Mimsy Were the Borogoves

Mimsy Were the Technocrats: As long as we keep talking about it, it’s technology.

Anticipating failure

Jerry Stratton, November 4, 2002

The major difference between a thing that might go wrong and a thing that cannot possibly go wrong is that when a thing that cannot possibly go wrong goes wrong it usually turns out to be impossible to get at and repair.—Douglas Adams

When Douglas Adams wrote that in his satire Mostly Harmless, he was talking about ventilation. Somewhere in the galaxy air conditioning had given way to “climate control”.

Something even sexier and smarter than air-conditioning… to be sure that mere people didn’t muck up the sophisticated calculations which the system was making on their behalf, all the windows in the buildings were built sealed shut.

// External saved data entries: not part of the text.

// Long recordings: (1) analyseRecording's cost per sample from 2^16 to 2^24 samples (it should stay flat:
// every stage is bounded, the envelope goes block by block), and (2) one upload of a 10,000,000-sample
// recording to a running `kinespec serve` (built: run `npm run build` first) on a scratch database of the
// PostgreSQL server (BENCH_DATABASE_URL, default the local one; LONG_EMBEDDED=1 for the embedded database):
// its answer time and the server's peak resident memory (VmHWM). Goals: under 10 s and under 600 MB.
// Prints figures; asserts nothing. Run under the shared lock: flock /tmp/kinespec-heavy.lock npm run bench long
//
//   LONG_SIZES (default 16,18,20,22,24: log2 sample counts), LONG_UPLOAD_SAMPLES (default 10000000)
import { spawn } from 'node:child_process';
import { existsSync, mkdtempSync, readFileSync, rmSync } from 'node:fs';
import { tmpdir } from 'node:os';
import { dirname, join } from 'node:path';
import { fileURLToPath } from 'node:url';
import postgres from 'postgres';
import { analyseRecording } from '../packages/diagnosis/src/index.js';
import { loadMachineModel } from '../packages/kinematics/src/index.js';
import { simulateRecording } from '../packages/simulator/src/index.js';

const root = join(dirname(fileURLToPath(import.meta.url)), '..');
const MACHINE = 'skelmere-id-fan-1';
const POINT = 'fan-de-h';
const modelText = readFileSync(join(root, `fixtures/machines/${MACHINE}.json`), 'utf8');
const model = loadMachineModel(modelText);
const FS = 25_600;

/** A fan with an outer-race defect, 2^16 simulated samples repeated to `n` (plus a slow drift so no two periods are equal). */
function recordingOf(n: number): Float64Array {
  const base = simulateRecording(model, { pointId: POINT, sampleRateHz: FS, sampleCount: 2 ** 16, faults: [{ fault: 'bearing-outer-race', component: 'fan-de', severity: 0.6 }] }).channels[0]!.samples;
  const x = new Float64Array(n);
  for (let i = 0; i < n; i++) x[i] = base[i % base.length]! + 1e-3 * Math.sin(i * 1e-3);
  return x;
}

function perSample(): void {
  const sizes = (process.env.LONG_SIZES ?? '16,18,20,22,24').split(',').map(Number);
  console.log('analyseRecording, one channel at 25.6 kHz (minimum of 3 runs below 2^22, 1 run above)');
  console.log('samples        ms   ns/sample   ratio to 2^18');
  let reference: number | null = null;
  for (const log2 of sizes) {
    const n = 2 ** log2;
    const samples = recordingOf(n);
    const recording = { sampleRateHz: FS, metadata: {}, channels: [{ name: 'acc', unit: 'g', samples }] };
    const runs = log2 < 22 ? 3 : 1;
    let best = Infinity;
    for (let r = 0; r < runs; r++) {
      const t0 = performance.now();
      analyseRecording(recording, { model, pointId: POINT });
      best = Math.min(best, performance.now() - t0);
    }
    const ns = (best / n) * 1e6;
    if (log2 === 18) reference = ns;
    console.log(`2^${String(log2).padEnd(4)} ${best.toFixed(0).padStart(9)} ${ns.toFixed(0).padStart(11)}   ${reference ? (ns / reference).toFixed(2) : '-'}`);
  }
}

async function upload(): Promise<void> {
  const cli = join(root, 'services/cli/bin/kinespec.js');
  if (!existsSync(join(root, 'services/api/dist/index.js'))) {
    console.log('upload part skipped: the service is not built (run `npm run build`)');
    return;
  }
  const n = Number(process.env.LONG_UPLOAD_SAMPLES ?? 10_000_000);
  const body = Buffer.from(new Float32Array(recordingOf(n)).buffer);
  const dataDir = mkdtempSync(join(tmpdir(), 'kinespec-long-'));
  const adminKey = 'long-bench-admin-key-0123456789';
  let database = 'embedded';
  let dropDatabase = async () => {};
  let databaseUrl: string | undefined;
  if (!process.env.LONG_EMBEDDED) {
    const baseUrl = process.env.BENCH_DATABASE_URL ?? 'postgres://postgres@127.0.0.1:5432/postgres';
    const admin = postgres(baseUrl, { max: 1, onnotice: () => {} });
    try {
      const name = `kinespec_bench_long_${Date.now()}`;
      await admin.unsafe(`create database ${name}`);
      const url = new URL(baseUrl);
      url.pathname = `/${name}`;
      databaseUrl = url.toString();
      database = 'PostgreSQL server';
      dropDatabase = async () => {
        await admin.unsafe(`drop database if exists ${name} with (force)`);
        await admin.end();
      };
    } catch {
      await admin.end();
    }
  }
  const child = spawn(process.execPath, [cli, 'serve', '--port', '0'], {
    env: {
      ...process.env, KINESPEC_DATA_DIR: dataDir, KINESPEC_DEMO: 'off', ...(databaseUrl ? { DATABASE_URL: databaseUrl } : {}), KINESPEC_ADMIN_KEY: adminKey, KINESPEC_LOG_LEVEL: 'warn',
      KINESPEC_MAX_UPLOAD_BYTES: String(body.length + 1024), KINESPEC_RATE_LIMIT_MAX: '0',
    },
    stdio: ['ignore', 'pipe', 'inherit'],
  });
  try {
    const server = await new Promise<string>((resolve, reject) => {
      let out = '';
      child.stdout!.on('data', (c: Buffer) => {
        out += c.toString();
        const m = /listening on (http:\/\/\S+)/.exec(out);
        if (m) resolve(m[1]!);
      });
      child.once('exit', (code) => reject(new Error(`kinespec serve exited with ${code}`)));
    });
    const headers = { authorization: `Bearer ${adminKey}` };
    const put = await fetch(`${server}/api/v1/machines/${MACHINE}/model`, { method: 'PUT', headers: { ...headers, 'content-type': 'application/json' }, body: modelText });
    if (!put.ok) throw new Error(`PUT model: ${put.status}`);
    const hwm = () => Number(/VmHWM:\s+(\d+) kB/.exec(readFileSync(`/proc/${child.pid}/status`, 'utf8'))?.[1] ?? NaN) / 1024;
    const idle = hwm();
    const t0 = performance.now();
    const res = await fetch(`${server}/api/v1/machines/${MACHINE}/points/${POINT}/recordings?sampleRateHz=${FS}&unit=g`, {
      method: 'POST', headers: { ...headers, 'content-type': 'application/octet-stream', prefer: 'wait=120' }, body,
    });
    const text = await res.text();
    const seconds = (performance.now() - t0) / 1000;
    console.log(`\nupload of ${n.toLocaleString('en')} samples (${(body.length / 2 ** 20).toFixed(0)} MiB raw float32) to kinespec serve, ${database}`);
    console.log(`answer ${res.status} in ${seconds.toFixed(1)} s (goal < 10 s); server peak RSS ${hwm().toFixed(0)} MB (goal < 600 MB; ${idle.toFixed(0)} MB before the upload)`);
    console.log(`Server-Timing: ${res.headers.get('server-timing') ?? '-'}`);
    if (res.status >= 300) console.log(text.slice(0, 300));
  } finally {
    child.kill('SIGTERM');
    await new Promise((r) => child.once('exit', r));
    rmSync(dataDir, { recursive: true, force: true });
    await dropDatabase();
  }
}

perSample();
await upload();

“But what if we want to have the windows open?”

“You won’t want to have the windows open with new Breathe-O-Smart.”

“Yes, but supposing we just wanted to have them open for a little bit?”

“You won’t want to have them open even for a little bit. The new Breathe-O-Smart system will see to that.”

“Okay, so what if the Breathe-O-Smart breaks down or goes wrong or something?”

“Ah! One of the smartest features of the Breathe-O-Smart is that it cannot possible go wrong. So. No worries on that score. Enjoy your breathing now, and have a nice day.”

When major heatwaves coincided with major failures of Breathe-O-Smart and people started dying of asphyxiation, Breathe-O-Smart Inc. “issued a statement that best results were achieved by using their systems in temperate climates.” The universal governments responded by requiring the warning label about “things that cannot possibly go wrong” on all mechanical, electrical, or digital devices.

I have heard and been part of nearly exactly that conversation at various times when we in network services have planned our upgrades. Too often, we seal the windows shut. We assume that our upgrades will never fail. As a result, too often we practically design our upgrades and modifications to fail in the most spectacular means possible. We schedule our upgrades for late at night, when we’re tired, and then when we run into problems we implement fixes without even testing them in the real world; we leave thinking things are working and the next morning, users come in and find out that they can’t access their e-mail, or that e-mail to them is bouncing back, or that they’re losing e-mail completely.

Or worse, we schedule our upgrades for a Thursday or even Friday evening, virtually ensuring that any problems persist for the entire weekend, making it that much more time consuming to fix them the next week.

Part of “making it possible to repair” an upgrade that goes wrong means that the person fixing it must be available. Wednesday night upgrades are better than pre-weekend upgrades; Monday, Tuesday, or Wednesday morning upgrades are better yet, since they mean that the person responsible for fixing any problems will be there, at the system, watching it for any signs of failure or loss of service. Instead of being at home sleeping off a late night implementing fixes with just enough rubber band and bailing wire to let them go home.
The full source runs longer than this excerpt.